[Opening Data extract section]

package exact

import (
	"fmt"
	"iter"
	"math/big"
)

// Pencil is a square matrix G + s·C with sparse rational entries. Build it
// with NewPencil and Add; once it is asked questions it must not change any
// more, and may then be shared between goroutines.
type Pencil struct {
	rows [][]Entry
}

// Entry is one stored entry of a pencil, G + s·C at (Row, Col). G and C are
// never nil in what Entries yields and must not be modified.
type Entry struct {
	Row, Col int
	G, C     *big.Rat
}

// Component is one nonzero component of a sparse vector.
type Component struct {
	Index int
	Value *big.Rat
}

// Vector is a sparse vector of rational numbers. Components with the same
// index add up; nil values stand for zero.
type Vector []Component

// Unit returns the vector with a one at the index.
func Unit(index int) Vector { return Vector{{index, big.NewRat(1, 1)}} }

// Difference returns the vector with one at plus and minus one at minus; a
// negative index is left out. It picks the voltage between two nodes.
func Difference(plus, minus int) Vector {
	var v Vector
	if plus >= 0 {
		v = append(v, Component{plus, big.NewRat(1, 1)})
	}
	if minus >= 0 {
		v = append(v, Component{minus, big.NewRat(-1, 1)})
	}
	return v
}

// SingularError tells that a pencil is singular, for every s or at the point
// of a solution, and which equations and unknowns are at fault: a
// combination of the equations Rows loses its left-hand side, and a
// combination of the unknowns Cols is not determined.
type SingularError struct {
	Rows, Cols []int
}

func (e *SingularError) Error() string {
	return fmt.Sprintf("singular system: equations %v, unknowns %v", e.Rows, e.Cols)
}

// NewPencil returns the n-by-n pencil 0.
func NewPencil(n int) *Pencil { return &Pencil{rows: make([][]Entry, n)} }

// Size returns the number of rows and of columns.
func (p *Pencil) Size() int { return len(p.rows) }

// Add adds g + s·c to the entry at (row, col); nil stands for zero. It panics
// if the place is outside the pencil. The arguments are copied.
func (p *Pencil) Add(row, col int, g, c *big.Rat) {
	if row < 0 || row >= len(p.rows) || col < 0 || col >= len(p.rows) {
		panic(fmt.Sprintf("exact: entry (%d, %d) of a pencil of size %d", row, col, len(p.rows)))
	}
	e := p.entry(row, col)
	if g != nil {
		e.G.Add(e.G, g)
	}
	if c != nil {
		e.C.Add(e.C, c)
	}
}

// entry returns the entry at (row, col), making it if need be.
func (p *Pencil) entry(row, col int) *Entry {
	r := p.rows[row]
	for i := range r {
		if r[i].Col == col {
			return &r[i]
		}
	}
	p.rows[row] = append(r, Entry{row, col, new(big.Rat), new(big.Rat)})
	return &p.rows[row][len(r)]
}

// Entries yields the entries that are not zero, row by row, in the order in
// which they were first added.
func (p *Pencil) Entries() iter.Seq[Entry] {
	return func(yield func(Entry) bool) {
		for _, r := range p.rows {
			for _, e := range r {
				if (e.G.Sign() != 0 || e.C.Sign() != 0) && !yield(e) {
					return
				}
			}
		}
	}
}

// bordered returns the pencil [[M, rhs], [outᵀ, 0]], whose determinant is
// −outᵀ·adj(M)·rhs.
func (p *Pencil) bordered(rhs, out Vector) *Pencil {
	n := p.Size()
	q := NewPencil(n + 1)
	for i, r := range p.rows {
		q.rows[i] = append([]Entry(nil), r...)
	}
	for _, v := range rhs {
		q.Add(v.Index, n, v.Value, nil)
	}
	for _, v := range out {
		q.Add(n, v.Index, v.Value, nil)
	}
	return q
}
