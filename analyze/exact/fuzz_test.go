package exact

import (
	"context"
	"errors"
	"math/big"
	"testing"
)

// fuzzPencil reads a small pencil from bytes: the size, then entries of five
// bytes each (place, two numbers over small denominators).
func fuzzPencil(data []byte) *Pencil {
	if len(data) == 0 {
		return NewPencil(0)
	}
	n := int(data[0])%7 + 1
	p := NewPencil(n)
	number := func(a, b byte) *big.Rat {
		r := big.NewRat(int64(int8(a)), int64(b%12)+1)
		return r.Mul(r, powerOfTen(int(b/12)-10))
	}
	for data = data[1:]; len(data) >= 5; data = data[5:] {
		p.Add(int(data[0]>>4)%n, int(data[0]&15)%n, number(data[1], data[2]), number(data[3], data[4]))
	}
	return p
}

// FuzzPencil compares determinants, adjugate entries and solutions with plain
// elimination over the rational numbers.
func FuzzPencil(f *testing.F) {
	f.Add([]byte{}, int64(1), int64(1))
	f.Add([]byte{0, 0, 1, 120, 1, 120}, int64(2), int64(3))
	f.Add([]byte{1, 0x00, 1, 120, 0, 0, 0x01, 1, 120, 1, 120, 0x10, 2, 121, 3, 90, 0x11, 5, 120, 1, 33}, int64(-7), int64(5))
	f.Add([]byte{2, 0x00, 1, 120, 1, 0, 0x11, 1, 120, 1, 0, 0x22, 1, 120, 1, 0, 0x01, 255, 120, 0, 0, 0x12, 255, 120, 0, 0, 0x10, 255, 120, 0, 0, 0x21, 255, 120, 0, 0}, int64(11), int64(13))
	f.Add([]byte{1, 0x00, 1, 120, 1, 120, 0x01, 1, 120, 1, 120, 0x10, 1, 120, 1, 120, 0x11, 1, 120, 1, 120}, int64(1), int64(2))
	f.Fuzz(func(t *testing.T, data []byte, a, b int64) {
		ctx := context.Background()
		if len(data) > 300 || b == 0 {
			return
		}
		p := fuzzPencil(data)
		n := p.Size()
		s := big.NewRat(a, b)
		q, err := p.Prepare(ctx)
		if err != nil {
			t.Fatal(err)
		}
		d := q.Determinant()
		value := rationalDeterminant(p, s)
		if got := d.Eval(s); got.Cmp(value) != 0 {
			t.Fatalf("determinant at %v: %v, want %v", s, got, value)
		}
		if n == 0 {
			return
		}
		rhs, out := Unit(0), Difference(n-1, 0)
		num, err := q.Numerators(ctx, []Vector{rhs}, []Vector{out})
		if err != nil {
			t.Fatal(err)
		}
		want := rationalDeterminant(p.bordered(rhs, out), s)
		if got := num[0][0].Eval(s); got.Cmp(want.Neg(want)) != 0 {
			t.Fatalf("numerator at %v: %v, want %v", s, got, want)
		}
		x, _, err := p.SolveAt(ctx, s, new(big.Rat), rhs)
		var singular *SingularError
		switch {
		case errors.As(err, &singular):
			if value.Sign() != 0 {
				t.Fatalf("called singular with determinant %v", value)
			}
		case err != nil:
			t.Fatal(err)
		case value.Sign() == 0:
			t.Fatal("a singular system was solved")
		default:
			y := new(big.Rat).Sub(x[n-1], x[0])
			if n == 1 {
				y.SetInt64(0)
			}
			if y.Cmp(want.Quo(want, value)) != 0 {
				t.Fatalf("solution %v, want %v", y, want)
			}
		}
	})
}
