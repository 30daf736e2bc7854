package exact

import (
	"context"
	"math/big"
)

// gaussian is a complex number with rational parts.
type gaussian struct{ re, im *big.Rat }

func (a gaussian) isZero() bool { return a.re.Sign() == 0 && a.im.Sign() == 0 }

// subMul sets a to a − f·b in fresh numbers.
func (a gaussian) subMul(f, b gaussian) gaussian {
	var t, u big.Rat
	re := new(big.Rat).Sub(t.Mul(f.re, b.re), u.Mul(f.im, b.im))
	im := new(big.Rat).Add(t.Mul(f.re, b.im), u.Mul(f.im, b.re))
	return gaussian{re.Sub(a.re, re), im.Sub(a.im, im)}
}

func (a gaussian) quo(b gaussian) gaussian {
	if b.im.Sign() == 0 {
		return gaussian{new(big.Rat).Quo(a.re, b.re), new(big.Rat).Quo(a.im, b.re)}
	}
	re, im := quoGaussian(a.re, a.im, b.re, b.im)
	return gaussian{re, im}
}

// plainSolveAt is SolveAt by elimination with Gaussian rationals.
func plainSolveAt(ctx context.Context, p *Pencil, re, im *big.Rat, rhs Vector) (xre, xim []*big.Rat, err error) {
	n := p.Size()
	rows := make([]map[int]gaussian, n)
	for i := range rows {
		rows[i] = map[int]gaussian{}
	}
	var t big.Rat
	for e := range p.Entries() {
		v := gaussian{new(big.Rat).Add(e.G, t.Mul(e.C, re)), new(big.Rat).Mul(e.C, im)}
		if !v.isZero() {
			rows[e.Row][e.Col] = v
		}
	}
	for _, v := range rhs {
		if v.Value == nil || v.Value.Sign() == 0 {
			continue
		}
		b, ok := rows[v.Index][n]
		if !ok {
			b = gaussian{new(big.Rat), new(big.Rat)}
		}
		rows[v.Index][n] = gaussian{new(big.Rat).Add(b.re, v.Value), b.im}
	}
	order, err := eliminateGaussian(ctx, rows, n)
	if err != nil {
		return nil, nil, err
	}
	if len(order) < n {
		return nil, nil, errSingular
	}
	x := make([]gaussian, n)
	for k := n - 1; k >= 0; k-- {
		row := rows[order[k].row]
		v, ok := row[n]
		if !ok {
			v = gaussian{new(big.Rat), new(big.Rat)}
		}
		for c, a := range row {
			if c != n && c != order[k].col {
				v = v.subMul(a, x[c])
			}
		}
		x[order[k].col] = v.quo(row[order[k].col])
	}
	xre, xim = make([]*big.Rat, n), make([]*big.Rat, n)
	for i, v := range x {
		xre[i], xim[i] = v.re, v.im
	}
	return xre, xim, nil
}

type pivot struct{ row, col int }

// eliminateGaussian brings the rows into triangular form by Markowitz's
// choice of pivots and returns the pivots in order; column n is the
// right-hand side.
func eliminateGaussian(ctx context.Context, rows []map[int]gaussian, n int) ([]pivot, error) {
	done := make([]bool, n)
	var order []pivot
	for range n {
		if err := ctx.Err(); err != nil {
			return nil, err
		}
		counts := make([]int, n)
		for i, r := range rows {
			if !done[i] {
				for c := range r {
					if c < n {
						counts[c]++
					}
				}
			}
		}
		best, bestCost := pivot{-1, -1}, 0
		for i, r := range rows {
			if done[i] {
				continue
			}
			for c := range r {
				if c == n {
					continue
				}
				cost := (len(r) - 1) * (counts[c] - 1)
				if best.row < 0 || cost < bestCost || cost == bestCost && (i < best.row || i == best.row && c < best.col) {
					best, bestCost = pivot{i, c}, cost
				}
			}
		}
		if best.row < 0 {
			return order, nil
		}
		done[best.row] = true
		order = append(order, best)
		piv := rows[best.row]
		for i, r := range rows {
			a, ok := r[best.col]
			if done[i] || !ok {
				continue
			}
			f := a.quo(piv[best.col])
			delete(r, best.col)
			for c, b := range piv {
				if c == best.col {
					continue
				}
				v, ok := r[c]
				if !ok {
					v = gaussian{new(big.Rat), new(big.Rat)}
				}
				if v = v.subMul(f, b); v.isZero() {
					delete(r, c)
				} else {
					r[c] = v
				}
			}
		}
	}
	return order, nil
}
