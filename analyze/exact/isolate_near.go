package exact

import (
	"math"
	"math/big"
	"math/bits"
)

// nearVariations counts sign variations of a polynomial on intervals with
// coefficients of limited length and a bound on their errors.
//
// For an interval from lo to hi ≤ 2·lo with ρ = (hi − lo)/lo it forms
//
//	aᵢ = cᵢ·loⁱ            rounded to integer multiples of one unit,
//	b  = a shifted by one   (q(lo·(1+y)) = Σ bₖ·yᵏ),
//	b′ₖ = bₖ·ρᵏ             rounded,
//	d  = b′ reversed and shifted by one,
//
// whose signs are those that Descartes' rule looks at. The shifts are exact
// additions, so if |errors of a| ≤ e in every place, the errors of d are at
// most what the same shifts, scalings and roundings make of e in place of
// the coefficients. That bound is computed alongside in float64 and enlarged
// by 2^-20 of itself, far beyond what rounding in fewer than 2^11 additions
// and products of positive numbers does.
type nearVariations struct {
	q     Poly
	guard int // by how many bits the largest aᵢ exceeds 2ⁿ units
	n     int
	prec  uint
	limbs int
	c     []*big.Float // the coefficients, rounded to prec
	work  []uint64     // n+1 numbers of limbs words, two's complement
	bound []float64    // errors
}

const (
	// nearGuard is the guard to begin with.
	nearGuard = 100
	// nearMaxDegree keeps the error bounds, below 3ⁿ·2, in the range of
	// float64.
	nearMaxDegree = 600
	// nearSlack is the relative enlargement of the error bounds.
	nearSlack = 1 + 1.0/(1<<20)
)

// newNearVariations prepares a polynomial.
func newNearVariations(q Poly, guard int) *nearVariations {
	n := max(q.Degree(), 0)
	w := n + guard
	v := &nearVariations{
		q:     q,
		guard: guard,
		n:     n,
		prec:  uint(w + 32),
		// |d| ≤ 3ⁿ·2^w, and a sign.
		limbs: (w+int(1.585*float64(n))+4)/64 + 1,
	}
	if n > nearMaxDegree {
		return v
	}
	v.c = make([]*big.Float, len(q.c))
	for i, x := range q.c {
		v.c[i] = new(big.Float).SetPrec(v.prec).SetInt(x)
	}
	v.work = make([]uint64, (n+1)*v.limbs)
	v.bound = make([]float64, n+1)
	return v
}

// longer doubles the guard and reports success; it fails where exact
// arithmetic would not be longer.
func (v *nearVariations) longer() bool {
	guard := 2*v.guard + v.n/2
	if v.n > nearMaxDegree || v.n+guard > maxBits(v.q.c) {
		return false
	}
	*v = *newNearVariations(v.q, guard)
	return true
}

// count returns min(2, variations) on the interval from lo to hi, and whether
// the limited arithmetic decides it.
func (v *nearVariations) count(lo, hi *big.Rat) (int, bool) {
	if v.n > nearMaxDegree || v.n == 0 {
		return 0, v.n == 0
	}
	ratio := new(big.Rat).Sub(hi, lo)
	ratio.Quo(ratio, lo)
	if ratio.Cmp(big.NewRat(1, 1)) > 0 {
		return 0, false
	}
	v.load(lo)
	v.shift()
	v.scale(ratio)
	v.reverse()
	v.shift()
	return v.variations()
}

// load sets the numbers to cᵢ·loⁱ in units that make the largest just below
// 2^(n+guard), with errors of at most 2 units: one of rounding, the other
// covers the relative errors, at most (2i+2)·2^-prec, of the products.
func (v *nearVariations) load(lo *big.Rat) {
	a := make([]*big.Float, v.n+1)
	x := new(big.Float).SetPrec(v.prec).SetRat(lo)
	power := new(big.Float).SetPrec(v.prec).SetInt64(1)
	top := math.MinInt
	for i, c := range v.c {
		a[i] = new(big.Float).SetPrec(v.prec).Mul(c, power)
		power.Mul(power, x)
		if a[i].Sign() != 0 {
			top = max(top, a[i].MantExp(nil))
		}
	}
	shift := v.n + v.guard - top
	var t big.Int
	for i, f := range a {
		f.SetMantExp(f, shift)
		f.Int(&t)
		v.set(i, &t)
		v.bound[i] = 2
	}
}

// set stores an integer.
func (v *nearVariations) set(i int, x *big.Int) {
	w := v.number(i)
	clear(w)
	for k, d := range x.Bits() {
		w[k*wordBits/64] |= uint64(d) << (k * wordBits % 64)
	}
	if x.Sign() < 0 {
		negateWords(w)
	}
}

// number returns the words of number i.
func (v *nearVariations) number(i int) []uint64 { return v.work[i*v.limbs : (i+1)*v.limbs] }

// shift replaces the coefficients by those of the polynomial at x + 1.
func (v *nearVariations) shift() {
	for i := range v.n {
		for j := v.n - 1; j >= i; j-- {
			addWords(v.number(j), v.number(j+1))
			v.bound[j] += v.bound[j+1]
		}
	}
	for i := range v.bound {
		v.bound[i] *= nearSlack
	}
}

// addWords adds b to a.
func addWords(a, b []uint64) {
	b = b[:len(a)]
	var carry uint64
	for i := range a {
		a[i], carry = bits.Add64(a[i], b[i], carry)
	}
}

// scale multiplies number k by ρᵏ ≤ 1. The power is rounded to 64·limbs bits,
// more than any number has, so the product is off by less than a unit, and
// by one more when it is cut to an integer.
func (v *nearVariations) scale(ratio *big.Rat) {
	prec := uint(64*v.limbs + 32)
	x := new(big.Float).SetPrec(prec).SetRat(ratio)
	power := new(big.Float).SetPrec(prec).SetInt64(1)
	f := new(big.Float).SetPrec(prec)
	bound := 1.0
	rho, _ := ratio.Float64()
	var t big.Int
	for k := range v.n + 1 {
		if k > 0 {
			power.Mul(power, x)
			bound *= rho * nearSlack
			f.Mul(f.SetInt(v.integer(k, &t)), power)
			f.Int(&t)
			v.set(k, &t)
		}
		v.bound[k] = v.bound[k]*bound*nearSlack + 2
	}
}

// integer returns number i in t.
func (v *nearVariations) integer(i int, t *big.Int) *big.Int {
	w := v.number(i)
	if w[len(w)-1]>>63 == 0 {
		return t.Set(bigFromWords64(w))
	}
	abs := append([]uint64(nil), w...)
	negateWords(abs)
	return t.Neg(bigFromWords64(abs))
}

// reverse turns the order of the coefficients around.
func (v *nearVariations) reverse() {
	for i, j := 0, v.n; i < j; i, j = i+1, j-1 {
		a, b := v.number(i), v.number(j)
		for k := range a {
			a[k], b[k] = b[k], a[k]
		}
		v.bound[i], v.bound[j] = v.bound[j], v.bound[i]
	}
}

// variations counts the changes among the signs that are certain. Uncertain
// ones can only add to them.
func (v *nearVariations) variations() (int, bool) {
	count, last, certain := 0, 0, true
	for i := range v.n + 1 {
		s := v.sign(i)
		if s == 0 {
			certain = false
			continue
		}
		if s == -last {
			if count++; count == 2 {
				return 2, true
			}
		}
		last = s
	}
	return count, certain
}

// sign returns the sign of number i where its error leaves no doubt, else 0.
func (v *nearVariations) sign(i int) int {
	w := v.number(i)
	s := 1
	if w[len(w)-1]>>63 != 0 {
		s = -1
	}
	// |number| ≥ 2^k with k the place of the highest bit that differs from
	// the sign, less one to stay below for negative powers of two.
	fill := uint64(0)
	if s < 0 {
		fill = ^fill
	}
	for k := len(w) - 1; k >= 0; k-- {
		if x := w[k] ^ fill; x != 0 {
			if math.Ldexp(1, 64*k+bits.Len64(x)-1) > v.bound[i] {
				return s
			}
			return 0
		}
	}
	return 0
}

[Closing Data extract section]

List all lines above in which the string "what" appears.

// never nil in what Entries yields and must not be modified.
// most what the same shifts, scalings and roundings make of e in place of
// by 2^-20 of itself, far beyond what rounding in fewer than 2^11 additions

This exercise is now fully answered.